Ajoutons qu'Alexandre, lui aussi, pour marquer le terme de son expédition dans l'Inde, voulut élever des autels à l'endroit même où s'était
arrêtée sa marche victorieuse vers l'extrême Orient, pour imiter ainsi ce qu'avaient fait avant lui Hercule et Bacchus. C'était donc là, on le voit, une
très ancienne coutume.
6. Mais il est naturel, en même temps, de penser que les lieux où furent érigés des monuments de ce genre en empruntèrent les noms, surtout après que le
temps eut détruit les monuments eux-mêmes. Les autels des Philènes, par exemple, ne subsistent plus aujourd'hui, et cependant l'emplacement où ils s'élevaient
a retenu leur nom. Et dans l'Inde, où il est constant que nul voyageur n'a vu debout les Colonnes d'Hercule et de Bacchus, il a bien fallu que le nom ou l'aspect de certains lieux
rappelât aux Macédoniens tel ou tel détail de l'histoire de Bacchus ou d'Hercule pour qu'ils se soient vantés d'avoir atteint les Colonnes de ces héros.
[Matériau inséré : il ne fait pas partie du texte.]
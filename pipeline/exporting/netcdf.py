"""A table of a cruise as a CF NetCDF file of profiles (contiguous ragged arrays, CF 9.3.3), as bytes."""

from __future__ import annotations

from typing import TYPE_CHECKING, Any

import numpy as np
import pyarrow as pa

from pipeline.exporting.attributes import (
    COORDINATES,
    attributes_of,
    reference_name,
    reference_pressures,
    variable_name,
)
from pipeline.exporting.described import global_attributes
from pipeline.exporting.profiles import OF_A_CAST, SHARES, as_profiles, share_arrays
from pipeline.problems import UsageProblem
from pipeline.tables import arrow_field, texts
from pipeline.variables import REGISTRY

if TYPE_CHECKING:
    from collections.abc import Mapping

    from numpy.typing import NDArray

    from pipeline.archive import Provenance
    from pipeline.exporting.profiles import Profiles

_EPOCH = "seconds since 1970-01-01 00:00:00"
_FILLS = {"f8": np.nan, "i2": np.iinfo(np.int16).min, "i4": np.iinfo(np.int32).min, "i8": np.iinfo(np.int64).min}
_FIRST_ROOM = 1 << 16  # bytes that the library starts with in memory


def export_netcdf(name: str, table: pa.Table, mixtures: pa.Table, made: Provenance) -> bytes:
    """Return a table as a NetCDF-4 file; the same table gives the same bytes.

    Parameters
    ----------
    name
        ``samples`` or ``casts``: a file has one of them, since all its variables are of one kind of profile.
    table, mixtures
        The table, and the shares of its samples; without rows where there are none.
    made
        Where they came from; written into the file.

    Raises
    ------
    UsageProblem
        If the table has no rows: there is no profile to write.

    """
    import netCDF4  # noqa: PLC0415 - it takes a while to load

    if not table.num_rows:
        raise UsageProblem(
            f"{made.expocode}: it has no {name}, so there is no profile to write; 'seawhence show' tells what it has."
        )
    profiles = as_profiles(table)
    file = netCDF4.Dataset("exported.nc", mode="w", memory=_FIRST_ROOM, format="NETCDF4")
    file.setncatts(global_attributes(name, table, made))
    writer = _Writer(file, profiles)
    writer.write_profiles()
    writer.write_rows()
    if name == "samples" and mixtures.num_rows:
        writer.write_shares(mixtures)
    writer.write_references()
    return bytes(file.close())


class _Writer:
    """Writes the variables of one file."""

    def __init__(self, file: Any, profiles: Profiles) -> None:
        self.file, self.profiles, self.table = file, profiles, profiles.table
        file.createDimension("profile", len(profiles.sizes))
        file.createDimension("obs", self.table.num_rows)

    def write_profiles(self) -> None:
        """Write what a profile has one of, and how many rows are whose."""
        profiles = self.profiles
        self._add("profile_id", np.array(profiles.names, dtype=object), ("profile",),
                  {"long_name": "Profile: station and cast", "cf_role": "profile_id"})  # fmt: skip
        self._add("row_size", profiles.sizes.astype(np.int32), ("profile",),
                  {"long_name": "Rows of the profile", "sample_dimension": "obs"})  # fmt: skip
        firsts = pa.array(profiles.firsts)
        for name in OF_A_CAST:
            if name in self.table.column_names and self._is_wanted(name):
                field, column = self.table.schema.field(name), self.table.column(name).take(firsts)
                self._column(name, field, column, ("profile",))
        if "time" not in self.table.column_names:
            missing = pa.chunked_array([pa.nulls(len(profiles.sizes), pa.timestamp("s", tz="UTC"))])
            self._column("time", arrow_field(REGISTRY["time"]), missing, ("profile",))

    def _is_wanted(self, name: str) -> bool:
        """Return whether a profile says so: the date only where some profile has it and not the time."""
        if name != "date":
            return True
        return "time" not in self.table.column_names or self.table.column("time").null_count > 0

    def write_rows(self) -> None:
        """Write every column that is not the same in all rows of each cast."""
        for field in self.table.schema:
            if field.name == "expocode" or field.name in self.profiles.constant:
                continue
            name = f"{field.name}_of_row" if field.name in OF_A_CAST else field.name
            self._column(name, field, self.table.column(field.name), ("obs",))

    def write_shares(self, mixtures: pa.Table) -> None:
        """Write the shares, by row and source."""
        sources, arrays = share_arrays(self.table, mixtures)
        self.file.createDimension("source", len(sources))
        self._add("source_water", np.array(sources, dtype=object), ("source",), {"long_name": "Source water, by its code"})
        for name in SHARES:
            attributes = attributes_of(mixtures.schema.field(name), set(SHARES), None)
            self._add(
                name, arrays[name], ("obs", "source"), attributes | {"coordinates": f"{COORDINATES} source_water"}
            )

    def write_references(self) -> None:
        """Write the pressures that potential densities are referred to."""
        for name, value in reference_pressures(self.table.column_names).items():
            self._add(name, np.array(value), (), {"long_name": "Pressure that the density is referred to",
                                                  "standard_name": "reference_pressure", "units": "dbar"})  # fmt: skip

    def _column(self, name: str, field: pa.Field, column: pa.ChunkedArray, dimensions: tuple[str, ...]) -> None:
        values, kind_of = _values(field, column)
        flags = values if field.type == pa.int16() else None
        attributes = attributes_of(field, set(self.table.column_names), flags) | kind_of
        title = variable_name(name, self.file.variables)
        if title != name:
            attributes["delivered_name"] = name
        if name == "pressure":
            attributes |= {"axis": "Z", "positive": "down"}
        elif name == "depth":
            attributes["positive"] = "down"
        if name != field.name:  # of every row, beside that of the cast, which is the coordinate
            attributes.pop("standard_name", None)
        if dimensions == ("obs",):
            coordinates = COORDINATES if name != "pressure" else COORDINATES.rsplit(" ", 1)[0]
            if reference_pressures([name]):
                coordinates = f"{coordinates} {reference_name(name)}"
            attributes["coordinates"] = coordinates
        self._add(title, values, dimensions, attributes)

    def _add(
        self, name: str, values: NDArray[Any], dimensions: tuple[str, ...], attributes: Mapping[str, Any]
    ) -> None:
        if values.dtype.kind == "O":
            variable = self.file.createVariable(name, str, dimensions)
        else:
            kind = values.dtype.str[1:]
            fill = None if name == "row_size" or not dimensions else _FILLS[kind]
            variable = self.file.createVariable(
                name, kind, dimensions, fill_value=fill, compression="zlib" if dimensions else None, shuffle=True
            )
            variable.set_auto_maskandscale(False)  # noqa: FBT003 - the library's own signature
        variable.setncatts(dict(attributes))
        variable[...] = values


def _values(field: pa.Field, column: pa.ChunkedArray) -> tuple[NDArray[Any], dict[str, str]]:
    """Return a column as an array of what NetCDF stores, missing as fill, and attributes that go with the kind."""
    kind = field.type
    if pa.types.is_timestamp(kind):
        seconds = column.cast(pa.timestamp("s", tz="UTC")).cast(pa.int64()).to_pandas().to_numpy(np.float64)
        return seconds, {"units": _EPOCH, "calendar": "standard", "units_metadata": "leap_seconds: utc"}
    if pa.types.is_floating(kind):
        return np.asarray(column.to_numpy(), dtype=np.float64), {}
    if pa.types.is_integer(kind):
        numbers = [one for one in column.to_pylist() if one is not None]
        small = "i2" if kind == pa.int16() else "i4" if _fits(numbers) else "i8"
        filled = column.cast(pa.int64()).fill_null(int(_FILLS[small]))
        return np.asarray(filled.to_numpy(), dtype=small), {}
    listed = texts(pa.table({"column": column.cast(pa.string())}), "column")
    return np.array([text or "" for text in listed], dtype=object), {}


def _fits(numbers: list[int]) -> bool:
    return all(-(2**31) < number < 2**31 for number in numbers)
On
peut donc croire qu'ici pareillement les premiers conquérants ont voulu marquer le terme de leurs courses par des bornes ou d'autres monuments faits de main d'homme, tels que autels,
tours ou colonnes élevés dans les lieux les plus remarquables de la contrée lointaine où ils étaient parvenus, et quels lieux plus remarquables que
l'ouverture d'un détroit, ou le haut des falaises qui le bordent, ou le rivage des îles et îlots qui l'avoisinent, quels lieux plus propres à faire reconnaître
soit le commencement soit la fin d'un pays ? Puis, ces monuments faits de main d'homme auront disparu, et leur nom aura passé tout naturellement aux lieux où ils
s'élevaient naguère, soit qu'on veuille retrouver ces lieux dans les petites îles dont nous avons parlé, soit qu'on les reconnaisse dans les deux promontoires qui
forment le détroit, car il est difficile de décider à qui des promontoires ou des îles le nom de Colonnes convient le mieux, les colonnes ressemblant à
vrai dire autant aux uns qu'aux autres, en ce sens du moins que leur emplacement est toujours choisi de façon à faire distinguer de prime abord l'entrée ou la sortie d'un
pays, tout comme on reconnaît dans un détroit, dans le détroit de Calpé par exemple ou dans tel autre qui lui ressemble, le commencement ou la fin d'une même
mer, suivant qu'on s'y engage par le côté extérieur ou par le côté intérieur, ce qu'exprime au mieux le nom de Bouches donné quelquefois aussi
à ces détroits. Et, en effet, si les deux petites îles, qui sont placées aux abords du détroit ou des Bouches de Calpé et qui par leurs contours nets et
bien dessinés semblent faites exprès pour servir de points de repère ou de signaux, se prêtent à merveille à ce qu'on les compare à des colonnes,
la comparaison n'est pas moins juste s'appliquant aux montagnes qui dominent le détroit, vu que la cime des montagnes se détache dans l'air comme la pointe d'une pyramide ou le
faîte d'une colonne. Il n'est pas jusqu'à l'expression de Pyles ou de Portes Gadirides employée par Pindare, qui ne soit parfaitement exacte, du moment qu'on
prétend retrouver les Colonnes d'Hercule dans les bouches mêmes de Calpé, les bouches ou détroits ressemblant effectivement à des portes. En revanche, la
position de Gadira, presque au milieu d'une longue côte creusée en forme de golfe, n'offre aucune analogie avec l'emplacement d'une borne ou limite extrême ; et ce qui nous
paraît moins raisonnable encore c'est qu'on ait voulu apporter tout ce qui s'est dit des Colonnes d'Hercule à ces colonnes d'airain de l'Heracleum de Gadira, car, pourquoi
ce nom de Colonnes est-il devenu si illustre ? C'est qu'apparemment les monuments qu'il désignait avaient été, comme les colonnes de l'Inde, érigés par
des conquérants et non par des marchands. Ajoutons que l'inscription de l'Heracleum, telle du moins qu'on nous la donne, et par cela seul qu'elle contient, non une pieuse
dédicace, mais un relevé de frais et de dépenses, semble protester aussi contre l'attribution proposée, puisqu'il est naturel de penser que les Colonnes dites
d'Hercule étaient destinées à rappeler les grandes actions du héros, plutôt que les sacrifices d'argent des Phéniciens.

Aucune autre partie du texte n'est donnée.